Most system functions can be quantitatively specified and tested to verify that the specifications are met. If a piece of electronic equipment is supposed to operate within a specified range of a parameter (such as voltage, acceleration, temperature, shock, vibration, and so forth), then it is a straightforward matter to devise tests to verify that it does. Closer in spirit to information security and integrity than physical environmental specifications would be a specification of a communication system's immunity to noise or bit errors. One might specify the minimum data bandwidth for a given signal to noise (SN) ratio or the allowable bit error rate. Again it is a straightforward matter to devise tests that verify the data bandwidth or the bit error rate for a signal possessing the specified signal to noise ratio. Error detecting and correcting codes may be tailored to the expected statistical nature of the noise, Fire codes for burst errors or Grey codes for an angular position reading device, etc. But the verification that the system is meeting specifications remains straightforward and quantitative.

Security is fundamentally different from any other system parameter, however. One of the largest alarm and vault manufacturers in the U.S. discovered this in a costly example a few years ago. Vaults and safes are routinely certified for the time documents will survive undamaged in a fire—itself specified by temperature and type (oil, structural, electrical, etc.). They had developed a new composite material that was very resistant to cutting, drilling, burning, etc. Extensive tests had been conducted with cutting tools of all sorts including oxyhydrogen burning bars, drilling with mechanical drills and hypervelocity air-abrasive drills, etc. Based on these results, they guaranteed their safes and vaults made of the new material would provide a specified minimum time for penetration. What they had overlooked was that linear cutting charges (shaped charges) that were widely used in the oil industry for cutting oil well casings and in the demolition business for slicing building supports to bring down buildings could be used to cut out a panel from the side of a safe or vault in milliseconds instead of requiring hours. This long aside is very germane to this Foreword. The safe and vault company had measured the resistance of their product to the attacks they anticipated would be used against them. The robbers used an entirely unexpected means to open the vault—and the company paid dearly for their oversight. Malicious Cryptography is almost entirely about doing things in completely unexpected ways in information integrity protocols.

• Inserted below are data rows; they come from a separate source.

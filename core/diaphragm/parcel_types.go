package diaphragm

// Parcel is what a hand-over link or file carries: the specification, the
// figures as sent and the chosen peaks; never recordings.
type Parcel struct {
	Document Diaphragm    `json:"document"`
	Figures  []Figure     `json:"figures"`
	Peaks    []ChosenPeak `json:"peaks"`
	// Tapped is when the peaks were taken and Sent when the parcel was made,
	// RFC 3339; Engine is the version that computed the figures.
	Tapped string `json:"tapped"`
	Sent   string `json:"sent"`
	Engine string `json:"engine"`
}

// Figure is one computed figure in SI units, named by its id ("f.0.1" for the
// frequency of mode (0,1)).
type Figure struct {
	ID    string  `json:"id"`
	Value float64 `json:"value"`
}

// ChosenPeak is a measured peak that the person read as mode (M, N); both are
// 0 where the reading was left to the page.
type ChosenPeak struct {
	// Frequency and its standard uncertainty, Hz.
	Frequency   float64 `json:"frequency"`
	Uncertainty float64 `json:"uncertainty"`
	M           int     `json:"m"`
	N           int     `json:"n"`
}

// TapSession is one set of taps on one diaphragm, as it is kept.
type TapSession struct {
	ID string `json:"id"`
	// Diaphragm is the id of the diaphragm; Revision the kept revision that
	// stood when the tap was taken.
	Diaphragm string `json:"diaphragm"`
	Revision  int    `json:"revision"`
	// Taken is the time of the tap, RFC 3339.
	Taken      string `json:"taken"`
	By         string `json:"by"`
	Instrument string `json:"instrument"`
	Notes      string `json:"notes"`
	// AirTemperature and SheetTemperature at the tap, K; 0 where not stated.
	AirTemperature   float64      `json:"airTemperature"`
	SheetTemperature float64      `json:"sheetTemperature"`
	Peaks            []ChosenPeak `json:"peaks"`
	// Tension fitted, N/m, its standard uncertainty, and the verdict as shown
	// then, with the version of the engine that gave them.
	Tension             float64 `json:"tension"`
	StandardUncertainty float64 `json:"standardUncertainty"`
	Verdict             string  `json:"verdict"`
	Engine              string  `json:"engine"`
	// RecordingName is the file name of the recording kept with the session;
	// empty where none is kept. Microphone tells what the browser applied.
	RecordingName string `json:"recordingName"`
	Microphone    string `json:"microphone"`
}
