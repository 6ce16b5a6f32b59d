package diaphragm

import (
	"strings"
	"testing"

	"hoopsheet/core/quantity"
	"hoopsheet/core/sheet"
)

const teamFile = `{
  "materials": [{"id": "roll-7", "name": "Roll 7", "density": 1400, "e": 4.5e9, "nu": 0.38, "cte": 18e-6, "allowableStress": 30e6, "source": "weighed"}],
  "units": "inch-pound", "linkAddress": "https://example.org/hoopsheet/hand-over.html",
  "limits": {"tolerance": 0.05, "lowest": 25, "lines": [{"name": "mains hum", "frequency": 60, "halfWidth": 0.04}]}}`

func TestReadTeam(t *testing.T) {
	team, problems := ReadTeam([]byte(teamFile))
	if len(problems) > 0 {
		t.Fatalf("problems with a sound file: %v", problems)
	}
	if len(team.Materials) != 1 || team.Units != quantity.InchPound {
		t.Errorf("read %+v", team)
	}
	doc := team.Limits.Start("", "")
	if doc.Tension.Tolerance != 0.05 || doc.Avoid.Lowest != 25 || len(doc.Avoid.Lines) != 1 {
		t.Errorf("a new diaphragm starts with %+v and %+v", doc.Tension, doc.Avoid)
	}
}

// A slip costs the part it is in and nothing else.
func TestReadTeamKeepsWhatIsSound(t *testing.T) {
	tests := []struct {
		name, file, want string
		materials        int
	}{
		{"no JSON", `{"units": `, "ends in the middle", 0},
		{"unknown member", `{"unit": "si"}`, `"unit"`, 0},
		{"units", strings.Replace(teamFile, "inch-pound", "cubits", 1), "must be si or inch-pound", 1},
		{"address", strings.Replace(teamFile, "https://", "ftp://", 1), "must begin with https://", 1},
		{"material", strings.Replace(teamFile, "1400", "-1400", 1), "material 1 is left out", 0},
		{"limits", strings.Replace(teamFile, "0.05", "7", 1), "limits are left out", 1},
	}
	for _, test := range tests {
		team, problems := ReadTeam([]byte(test.file))
		if len(problems) != 1 || !strings.Contains(problems[0].Message, test.want) {
			t.Errorf("%s: problems %v, want one with %q", test.name, problems, test.want)
		}
		if len(team.Materials) != test.materials {
			t.Errorf("%s: %d materials, want %d", test.name, len(team.Materials), test.materials)
		}
	}
}

// Adopting a team's material sets exactly its figures, whatever the units.
func TestAdoptEdits(t *testing.T) {
	m := sheet.Material{ID: "x", Name: "Roll 7", Density: 1401.7, E: 4.51e9, Nu: 0.371, CTE: 18.3e-6, AllowableStress: 30.1e6}
	doc, drafts, _, problems := Apply(Blank("", ""), nil, nil, AdoptEdits(m), quantity.InchPound)
	if len(problems) > 0 || len(drafts) > 0 {
		t.Fatalf("problems %v, drafts %v", problems, drafts)
	}
	want := doc.Sheet
	adopt(&want, m)
	if doc.Sheet != want {
		t.Errorf("adopted %+v, want %+v", doc.Sheet, want)
	}
}
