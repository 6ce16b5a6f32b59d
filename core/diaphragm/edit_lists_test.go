package diaphragm

import (
	"encoding/json"
	"reflect"
	"strings"
	"testing"
)

func TestLinesAreAddedAndRemoved(t *testing.T) {
	s := demoState().apply(Edit{"avoid.lines", ActionAdd, ""}, Edit{"avoid.lines", ActionAdd, "29,4 Hz"}, Edit{"avoid.lines", ActionAdd, "soon"})
	if len(s.doc.Avoid.Lines) != 6 || s.doc.Avoid.Lines[3] != (Line{"line 4", 100, 0.05}) || s.doc.Avoid.Lines[4].Frequency != 29.4 ||
		s.drafts["avoid.lines.5.frequency"] != "soon" {
		t.Fatalf("%+v %v", s.doc.Avoid, s.drafts)
	}
	s = s.apply(Edit{"avoid.lines.4.frequency", ActionUnit, "rpm"}, set("avoid.lines.1.halfWidth", "wide"), set("avoid.lines.0.halfWidth", "9 ‰"))
	s = s.apply(Edit{"avoid.lines.1", ActionRemove, ""})
	wantDrafts := map[string]string{"avoid.lines.4.frequency": "soon"}
	wantUnits := map[string]string{"avoid.lines.0.halfWidth": "‰", "avoid.lines.3.frequency": "rpm"}
	if len(s.doc.Avoid.Lines) != 5 || s.doc.Avoid.Lines[1].Frequency != 171 || !reflect.DeepEqual(s.drafts, wantDrafts) || !reflect.DeepEqual(s.units, wantUnits) {
		t.Errorf("%+v %v %v", s.doc.Avoid.Lines, s.drafts, s.units)
	}
	for len(s.doc.Avoid.Lines) < MostLines {
		s = s.apply(Edit{"avoid.lines", ActionAdd, "60"})
	}
	s = s.apply(Edit{"avoid.lines", ActionAdd, "60"})
	if p, told := problemAt(s.problems, "avoid.lines"); len(s.doc.Avoid.Lines) != MostLines || !told || p.Code != CodeTooMany {
		t.Errorf("%d lines, %v", len(s.doc.Avoid.Lines), s.problems)
	}
	for range MostLines {
		s = s.apply(Edit{"avoid.lines.0", ActionRemove, ""})
	}
	if len(s.doc.Avoid.Lines) != 0 || s.doc.Avoid.Lines == nil || len(s.drafts)+len(s.units) != 0 {
		t.Errorf("%+v %v %v", s.doc.Avoid, s.drafts, s.units)
	}
}

// Every list works alike: its entries begin sound, with the first figure typed,
// and go with their drafts and units.
func TestEveryListAddsAndRemoves(t *testing.T) {
	typed := map[string]string{"order": "11", "mass": "0.25 oz", "frequency": "33"}
	for _, l := range lists {
		s := demoState()
		for l.count(&s.doc) > 0 {
			s = s.apply(Edit{l.at(0, ""), ActionRemove, ""})
		}
		for range l.most {
			s = s.apply(Edit{l.path, ActionAdd, ""})
		}
		if l.count(&s.doc) != l.most || len(s.problems) > 0 || len(Validate(s.doc)) > 0 {
			t.Errorf("%s: %d entries, %v", l.path, l.count(&s.doc), s.problems)
		}
		s = s.apply(Edit{l.path, ActionAdd, ""})
		if p, told := problemAt(s.problems, l.path); l.count(&s.doc) != l.most || !told || p.Code != CodeTooMany {
			t.Errorf("%s: one too many gives %v", l.path, s.problems)
		}
		if _, err := OpenDocument(mustMarshal(t, s.doc)); err != nil {
			t.Errorf("%s: a full list is not read again: %v", l.path, err)
		}
		over := cloned(s.doc)
		l.add(&over)
		if _, err := OpenDocument(mustMarshal(t, over)); codeOf(err) != CodeTooMany {
			t.Errorf("%s: a list that is too long is read: %v", l.path, err)
		}
		s = s.apply(Edit{l.at(0, ""), ActionRemove, ""}, Edit{l.path, ActionAdd, typed[l.typed]})
		f, _ := FieldByPath(l.at(l.most-1, l.typed))
		if got := f.write(&s.doc, f.unit(s.units, "si")); got != strings.TrimSuffix(typed[l.typed], " oz") || len(s.problems) > 0 {
			t.Errorf("%s: the entry added with %q holds %q, %v", l.path, typed[l.typed], got, s.problems)
		}
		// A draft and a unit of the last entry follow it to its new place.
		s = s.apply(set(l.at(l.most-1, l.typed), "plenty"))
		s = s.apply(Edit{l.at(0, ""), ActionRemove, ""})
		if s.drafts[l.at(l.most-2, l.typed)] != "plenty" || len(s.drafts) != 1 {
			t.Errorf("%s: drafts %v", l.path, s.drafts)
		}
		for l.count(&s.doc) > 0 {
			s = s.apply(Edit{l.at(0, ""), ActionRemove, ""})
		}
		if len(s.drafts)+len(s.units)+len(s.problems) > 0 {
			t.Errorf("%s: left are %v %v %v", l.path, s.drafts, s.units, s.problems)
		}
	}
}

func TestHarmonicsBeginWithAFreeOrder(t *testing.T) {
	s := demoState().apply(Edit{"tension.harmonics", ActionAdd, ""}, Edit{"tension.harmonics", ActionAdd, "4"}, Edit{"tension.harmonics", ActionAdd, ""},
		Edit{"tension.harmonics", ActionAdd, ""}, set("tension.harmonics.0.epsilon", "93"), Edit{"tension.harmonics", ActionAdd, ""})
	var orders []int
	for _, h := range s.doc.Tension.Harmonics {
		orders = append(orders, h.Order)
	}
	if !reflect.DeepEqual(orders, []int{2, 4, 3, 5, 6}) || s.doc.Tension.Harmonics[4].Epsilon > 0.01 || len(s.problems) > 0 {
		t.Errorf("%+v %v", s.doc.Tension.Harmonics, s.problems)
	}
}

func mustMarshal(t *testing.T, doc Diaphragm) []byte {
	t.Helper()
	data, err := json.Marshal(doc)
	if err != nil {
		t.Fatal(err)
	}
	return data
}
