package diaphragm

import "strconv"

// addLine appends a line to keep clear of. The text of the edit may be its
// frequency ("171 Hz"); without one it begins at 100 Hz, to be replaced.
func (e *editor) addLine(edit Edit) {
	if edit.Field != linesPath {
		e.fail(edit.Field, CodeAction, "Nothing can be added to "+clip(edit.Field)+"; lines to keep clear of are added to \""+linesPath+"\".")
		return
	}
	count := len(e.doc.Avoid.Lines)
	if count >= MostLines {
		e.problems = append(e.problems, tooManyLines(count+1))
		return
	}
	e.doc.Avoid.Lines = append(e.doc.Avoid.Lines, Line{Name: "line " + strconv.Itoa(count+1), Frequency: 100, HalfWidth: 0.05})
	if edit.Text != "" {
		f, _ := e.field(linePath(count, "frequency"))
		e.set(f, edit.Text)
	}
}

// removeLine deletes a line, and moves the drafts and units of those behind it
// along with them.
func (e *editor) removeLine(edit Edit) {
	index, member, ok := splitLinePath(edit.Field)
	if !ok || member != "" || index >= len(e.doc.Avoid.Lines) {
		e.fail(edit.Field, CodeUnknownField, "There is no line to keep clear of named "+clip(edit.Field)+"; there are "+
			strconv.Itoa(len(e.doc.Avoid.Lines))+", counted from \""+linePath(0, "")+"\".")
		return
	}
	e.doc.Avoid.Lines = append(e.doc.Avoid.Lines[:index], e.doc.Avoid.Lines[index+1:]...)
	e.drafts = closeGap(e.drafts, index)
	e.units = closeGap(e.units, index)
}

// closeGap renames the entries of lines behind a removed one.
func closeGap(byField map[string]string, removed int) map[string]string {
	moved := map[string]string{}
	for path, text := range byField {
		i, member, isLine := splitLinePath(path)
		switch {
		case !isLine || i < removed:
			moved[path] = text
		case i > removed:
			moved[linePath(i-1, member)] = text
		}
	}
	return moved
}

Going back to the example with which we started, the fundamental difference between error detecting and correcting codes and authentication, both of which function to ensure the integrity of information, is that the first is pitted against nature and the other against a human adversary. Nature may be hostile, the signal to noise ratio may be large, the signal may drop out for extended periods of time, other signals may randomly mask the desired signal, but nature is neither intelligent nor adaptive. A human opponent is both. He may also be interactive, probing to gain information to allow him to refine and adapt his attacks. As those of us in the information security business like to say, there is no standard attacker and no standard attack. This is in contrast with all other specifications where standard environments, no matter how hostile or unpredictable, are the norm.

What the authors of Malicious Cryptography have done very successfully is to capture the essence of how security can be subverted in this non-standard environment. On several occasions, they refer to game theory without actually invoking the formalism of game theory—emphasizing instead the game-like setting in which security is the value of the ongoing competition between a system designer and its attackers.

There have been many books on hacking, software subversion, network security, etc., which consist mainly of descriptions of successful attacks—some exceedingly clever and many very devious in their execution. These are similar in style and feeling to Modern Chess Openings (MCO) that every chess player knows, studies, and on which he depends. There are of course many possible lines of play in chess, but the several hundred openings that have stood the test of time and repeated tournament play make up the MCO. Roughly the first twenty moves or so of these openings, with promising variations, have been so thoroughly analyzed and understood that it is rare indeed for an opening not in the MCO to be successful in match play. A similar situation is true for the end game—not that the endings are so cataloged and restricted, but rather that the game has simplified to where almost a counting-like analysis reveals the outcome to a knowledgeable player. Masters will resign a game as lost at a point where a less experienced player may not even be able to see who has the advantage. As most books on hacking recount one clever attack after another, MCO recounts one opening after another with an ! or !! in the annotation to flag a particularly brilliant move. I almost expect to find an exclamation mark in the margin of most books on software subversion when the deception on which a particular protocol failure turns is revealed.

The middle game in chess, though, must be guided by general principles since the number of lines of play—the attack, counter attack—between two masters is virtually unlimited. So it is with information security protocols and cryptosystems. The possibilities are virtually unlimited so general principles must guide both the system designer and the counter designer; the attacker seeking to exploit hidden weaknesses in the design; the designer seeking to prevent such attacks or failing that, to detect them when they occur. Malicious Cryptography pioneers in motivating and clearly enunciating some of these principles.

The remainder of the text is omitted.